Current housing research predominantly centers on behavioral characteristics and environmental quality. Gong’s 2021 study [19
] explores the relationship between online and physical consumer behavior, along with the influencing factors. This investigation is based on a survey of six affordable housing estates in Guangzhou. Mo’s comprehensive 2021 study [20
] compares and evaluates the effectiveness of planning implementation and the impact of public participation on the design quality of living environments in affordable housing communities in Guangzhou.
However, one often overlooked yet important area of design research relates to the regulatory control of housing design and how evolving design instructions (2013, 2017, and 2022) [21
] have influenced the design, size, and layout of flats and buildings over time. Furthermore, there is a growing challenge in finding the right balance between meeting housing needs and improving housing quality.
Guangzhou, a Tier 1 city in China, has seen its population increase by 47% to 18.68 million since the sixth census ten years ago [24
]. It now faces a significant growth and housing problem, including a growing number of new citizens, employees, and talent workers in its future planning and housing provision.
Affordable housing has prompted a fundamental re-evaluation of the social, economic, and political role of housing. Increasing the minimum space standards in design guidelines has improved minimum living standards and the quality of life. At the same time, changes in housing layouts are reflective of evolving lifestyles and housing expectations. The various locations of new developments for affordable housing communities highlight the growing importance given to questions of social equity, as they are no longer confined to the urban periphery. Their placements now take into account fairer access to both housing and the city.
The aim of this paper is to demonstrate that in China, the translation of central government social welfare and housing policy by local governments, such as Guangzhou, does not follow a simple top-down implementation. Instead, it involves contextual design experimentation, resulting in pilot housing projects that spatialize and interpret policies in unique ways.

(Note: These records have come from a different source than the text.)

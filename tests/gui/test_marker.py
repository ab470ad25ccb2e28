"""ventset.gui.marker against pyqtgraph's ScatterPlotItem (the outside reference): one point drawn by a Marker has
the same pixels as the same point, symbol, size, pen and brush drawn by a ScatterPlotItem, wherever it falls."""

import pyqtgraph as pg
import pytest
from PySide6.QtGui import QBrush, QColor, QPen

from ventset.gui.marker import Marker
from ventset.gui.plotarea import PlotView


def _pen(colour: str, width: float) -> QPen:
    pen = QPen(QColor(colour))
    pen.setWidthF(width)
    pen.setCosmetic(True)
    return pen


def _view(qtbot):
    view = PlotView()
    qtbot.addWidget(view)
    view.setBackground("#ffffff")
    view.getPlotItem().vb.setRange(xRange=(0, 80), yRange=(0, 30), padding=0)
    view.resize(420, 260)
    view.show()
    qtbot.waitExposed(view)
    return view


STYLES = [("o", 17.6, ("#ffffff", 2.0), "#c0392b"), ("+", 17.6, ("#1b1f24", 3.0), "#1b1f24"),
          ("o", 14.4, ("#25292e", 2.0), "#e67e22")]
POINTS = [(40.0, 15.0), (12.37, 21.91), (0.4, 29.8), (79.9, 0.2), (55.55, 7.25), (85.0, 15.0)]


@pytest.mark.parametrize("symbol,size,pen,brush", STYLES)
def test_a_marker_draws_the_pixels_of_a_scatter_point(qtbot, symbol, size, pen, brush):
    ref_view, our_view = _view(qtbot), _view(qtbot)
    ref = pg.ScatterPlotItem(size=size, symbol=symbol)
    ours = Marker(symbol, size)
    for item in (ref, ours):
        item.setPen(_pen(*pen))
        item.setBrush(QBrush(QColor(brush)))
    ref_view.addItem(ref)
    our_view.addItem(ours)
    for x, y in POINTS:  # inside, at the edges (partly clipped) and outside the view
        ref.setData([x], [y])
        ours.setData([x], [y])
        assert ref_view.grab().toImage() == our_view.grab().toImage(), (x, y)
    assert ours.isVisible()
    ref.setData([], [])
    ours.setData([], [])
    assert ours.data.size == 0 and not ours.isVisible()
    assert ref_view.grab().toImage() == our_view.grab().toImage()


def test_a_new_pixel_ratio_renders_the_image_again(qtbot):
    ours = Marker("o", 10)
    ours.setPen(_pen("#000000", 2))
    ours.set_ratio(2.0)
    assert ours.pixmap().devicePixelRatio() == 2.0
    assert ours.pixmap().width() == 24  # ceil(2 × (10 + 2)), as pyqtgraph renders it for the same ratio
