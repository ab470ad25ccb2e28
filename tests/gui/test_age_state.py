"""The age and reptile-state choices of the window reach the plan (issue 9: an age input in the window)."""

from __future__ import annotations

import pytest

from tests.gui.conftest import settle


def test_age_choice_plans_a_juvenile_and_a_new_species_resets_it(qtbot, window):
    form = window.form
    adult = window.controller.plan.metabolism.vo2_ml_min
    form.age_combo.setCurrentIndex(form.age_combo.findData("juvenile"))
    form.age_combo.activated.emit(form.age_combo.currentIndex())
    settle(window)
    plan = window.controller.plan
    assert plan.request.patient.age == "juvenile" and plan.basis.growth.age == "juvenile"
    # planning.toml: placental juvenile factor 1.3 × the adult allometric rate (the demo cat has no own value)
    assert plan.metabolism.vo2_ml_min == pytest.approx(1.3 * adult, rel=1e-9)
    form.undo.undo()
    settle(window)
    assert window.controller.plan.request.patient.age is None
    form.age_combo.activated.emit(form.age_combo.findData("neonate"))
    form.species.picked.emit("dog")
    settle(window)
    assert window.controller.plan.request.patient.age is None and "age and state" in form.state["notice"]


def test_reptile_state_fed_uses_the_published_multiplier(qtbot, window):
    form = window.form
    form.species.picked.emit("python")
    form.set_text("mass", "10")
    settle(window)
    fasted = window.controller.plan.metabolism.vo2_ml_min
    form.state_combo.activated.emit(form.state_combo.findData("fed"))
    settle(window)
    # planning.toml fed_metabolic_factor 6.7 (house snake digestion scope; Secor & Diamond 1995 up to 17)
    assert window.controller.plan.metabolism.vo2_ml_min == pytest.approx(6.7 * fasted, rel=1e-9)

The promotion of residential communities designed to incorporate all the necessary social services and public facilities for an autonomous neighborhood represents a deliberate effort to experiment with the functional size and organization of a community. This experimentation has been subtly guided by design guidelines and their incremental changes.
This approach is atypical for most other countries, where central housing policy is often rigid and explicit, accompanied by clearly defined design and planning controls. Although China is increasingly adopting a formal system of housing design standards, it also uniquely assumes increased responsibility for and supply of affordable public rental housing. This shift not only re-establishes the social role of housing, but also redefines its economic role. By transitioning from a model of ownership to one of rent, China is at the forefront of recognizing the global need for a more regulated and long-term rental housing supply.
Using the case of Guangzhou in China, this paper explores the question: What changes in housing policy and interventions in housing markets are necessary to increase the public rental housing supply? It further examines how these changes result in different housing outcomes by investigating the utilization of housing design standards to define new housing types and create new housing preferences.
There is a research gap concerning the understanding of how technical design regulations and housing design standards influence and shape the types of homes constructed and the way people live within them. Housing design standards are a critical aspect of design, and this paper examines affordable housing in Guangzhou in relation to housing standards and design guidelines.
This paper employs an architectural design research perspective to investigate the interplay between increased public rental housing supply in Guangzhou and the emergence of housing standards, leading to new housing outcomes and designs. Architectural design research is understood as practice-led research centered on architectural design practice and design thinking [25
]. The focus of this study is on the utilization of housing design and planning in China to interpret, realize, and contextualize central government housing policy.
The methodology involves a comprehensive review of housing studies centered on and around Guangzhou, coupled with a grey literature review of recent affordable housing policies and housing design standards. Special attention is given to the evolution of public rental housing supply and the need to establish the first housing standards in 2013, and subsequent revisions in 2017 and 2022 aimed at extending and refining regulatory control over housing design outcomes. These revisions acknowledge the necessity of formally defining housing design quality and use.
The study introduces five developmental stages in China’s affordable housing landscape: the embryonic period (1997–2003), the stagnation period (2003–2006), the exploration phase (2007–2010), the large-scale construction period (2011–2017), and the transfer period (since 2018). Within this framework, the paper examines specific relationships between national five-year plans, regional housing supply targets in Guangzhou, and relevant metropolitan or regional policies and documents.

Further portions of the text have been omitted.